## What the exercise asks
Reply with the data below, repeated exactly in full.

## Extracted material
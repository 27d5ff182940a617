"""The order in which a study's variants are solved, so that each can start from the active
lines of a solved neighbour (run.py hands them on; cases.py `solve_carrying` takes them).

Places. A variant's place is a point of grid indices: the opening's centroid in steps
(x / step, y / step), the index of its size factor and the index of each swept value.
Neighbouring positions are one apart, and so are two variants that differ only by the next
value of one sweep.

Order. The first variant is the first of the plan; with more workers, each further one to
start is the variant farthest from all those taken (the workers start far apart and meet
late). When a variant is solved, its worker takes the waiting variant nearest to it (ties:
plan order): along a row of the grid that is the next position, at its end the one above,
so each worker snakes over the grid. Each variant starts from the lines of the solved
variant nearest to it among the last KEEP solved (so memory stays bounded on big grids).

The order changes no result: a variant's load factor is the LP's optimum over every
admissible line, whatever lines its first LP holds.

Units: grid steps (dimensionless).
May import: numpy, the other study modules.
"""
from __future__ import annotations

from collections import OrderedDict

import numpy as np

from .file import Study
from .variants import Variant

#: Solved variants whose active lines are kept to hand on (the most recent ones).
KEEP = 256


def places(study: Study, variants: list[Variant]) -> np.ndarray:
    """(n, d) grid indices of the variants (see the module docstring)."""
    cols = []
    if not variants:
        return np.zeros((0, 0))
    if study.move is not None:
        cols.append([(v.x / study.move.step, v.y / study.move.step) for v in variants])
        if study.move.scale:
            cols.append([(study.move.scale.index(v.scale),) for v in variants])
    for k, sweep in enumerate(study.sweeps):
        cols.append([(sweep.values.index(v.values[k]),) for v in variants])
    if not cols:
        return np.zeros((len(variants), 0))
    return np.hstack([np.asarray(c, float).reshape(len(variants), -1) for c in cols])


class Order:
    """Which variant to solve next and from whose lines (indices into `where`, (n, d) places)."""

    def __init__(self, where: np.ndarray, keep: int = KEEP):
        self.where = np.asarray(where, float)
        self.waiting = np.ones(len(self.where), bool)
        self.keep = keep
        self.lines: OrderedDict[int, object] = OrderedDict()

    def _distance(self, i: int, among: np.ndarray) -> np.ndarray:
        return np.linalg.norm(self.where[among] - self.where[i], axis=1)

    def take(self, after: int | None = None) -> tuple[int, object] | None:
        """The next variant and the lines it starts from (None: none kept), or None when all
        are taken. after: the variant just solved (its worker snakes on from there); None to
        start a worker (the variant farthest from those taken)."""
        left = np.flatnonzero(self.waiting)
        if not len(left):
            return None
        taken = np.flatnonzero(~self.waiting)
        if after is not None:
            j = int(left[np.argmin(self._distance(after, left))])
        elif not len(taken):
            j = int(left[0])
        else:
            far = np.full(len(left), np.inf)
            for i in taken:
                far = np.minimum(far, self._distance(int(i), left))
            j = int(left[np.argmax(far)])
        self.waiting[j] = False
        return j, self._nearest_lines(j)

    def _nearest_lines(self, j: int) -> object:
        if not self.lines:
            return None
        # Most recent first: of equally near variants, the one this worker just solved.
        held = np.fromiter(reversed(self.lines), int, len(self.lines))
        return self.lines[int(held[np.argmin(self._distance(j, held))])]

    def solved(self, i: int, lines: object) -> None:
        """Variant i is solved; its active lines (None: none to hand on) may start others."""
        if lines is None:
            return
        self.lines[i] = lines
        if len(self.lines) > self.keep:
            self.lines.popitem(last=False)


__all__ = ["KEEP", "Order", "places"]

## Response for this exercise
repository 27d5ff182940a617
"""The order in which a study's variants are solved, so that each can start from the active
lines of a solved neighbour (run.py hands them on; cases.py `solve_carrying` takes them).

Places. A variant's place is a point of grid indices: the opening's centroid in steps
(x / step, y / step), the index of its size factor and the index of each swept value.
Neighbouring positions are one apart, and so are two variants that differ only by the next
value of one sweep.

Order. The first variant is the first of the plan; with more workers, each further one to
start is the variant farthest from all those taken (the workers start far apart and meet
late). When a variant is solved, its worker takes the waiting variant nearest to it (ties:
plan order): along a row of the grid that is the next position, at its end the one above,
so each worker snakes over the grid. Each variant starts from the lines of the solved
variant nearest to it among the last KEEP solved (so memory stays bounded on big grids).

The order changes no result: a variant's load factor is the LP's optimum over every
admissible line, whatever lines its first LP holds.

Units: grid steps (dimensionless).
May import: numpy, the other study modules.
"""
from __future__ import annotations

from collections import OrderedDict

import numpy as np

from .file import Study
from .variants import Variant

#: Solved variants whose active lines are kept to hand on (the most recent ones).
KEEP = 256


def places(study: Study, variants: list[Variant]) -> np.ndarray:
    """(n, d) grid indices of the variants (see the module docstring)."""
    cols = []
    if not variants:
        return np.zeros((0, 0))
    if study.move is not None:
        cols.append([(v.x / study.move.step, v.y / study.move.step) for v in variants])
        if study.move.scale:
            cols.append([(study.move.scale.index(v.scale),) for v in variants])
    for k, sweep in enumerate(study.sweeps):
        cols.append([(sweep.values.index(v.values[k]),) for v in variants])
    if not cols:
        return np.zeros((len(variants), 0))
    return np.hstack([np.asarray(c, float).reshape(len(variants), -1) for c in cols])


class Order:
    """Which variant to solve next and from whose lines (indices into `where`, (n, d) places)."""

    def __init__(self, where: np.ndarray, keep: int = KEEP):
        self.where = np.asarray(where, float)
        self.waiting = np.ones(len(self.where), bool)
        self.keep = keep
        self.lines: OrderedDict[int, object] = OrderedDict()

    def _distance(self, i: int, among: np.ndarray) -> np.ndarray:
        return np.linalg.norm(self.where[among] - self.where[i], axis=1)

    def take(self, after: int | None = None) -> tuple[int, object] | None:
        """The next variant and the lines it starts from (None: none kept), or None when all
        are taken. after: the variant just solved (its worker snakes on from there); None to
        start a worker (the variant farthest from those taken)."""
        left = np.flatnonzero(self.waiting)
        if not len(left):
            return None
        taken = np.flatnonzero(~self.waiting)
        if after is not None:
            j = int(left[np.argmin(self._distance(after, left))])
        elif not len(taken):
            j = int(left[0])
        else:
            far = np.full(len(left), np.inf)
            for i in taken:
                far = np.minimum(far, self._distance(int(i), left))
            j = int(left[np.argmax(far)])
        self.waiting[j] = False
        return j, self._nearest_lines(j)

    def _nearest_lines(self, j: int) -> object:
        if not self.lines:
            return None
        # Most recent first: of equally near variants, the one this worker just solved.
        held = np.fromiter(reversed(self.lines), int, len(self.lines))
        return self.lines[int(held[np.argmin(self._distance(j, held))])]

    def solved(self, i: int, lines: object) -> None:
        """Variant i is solved; its active lines (None: none to hand on) may start others."""
        if lines is None:
            return
        self.lines[i] = lines
        if len(self.lines) > self.keep:
            self.lines.popitem(last=False)


__all__ = ["KEEP", "Order", "places"]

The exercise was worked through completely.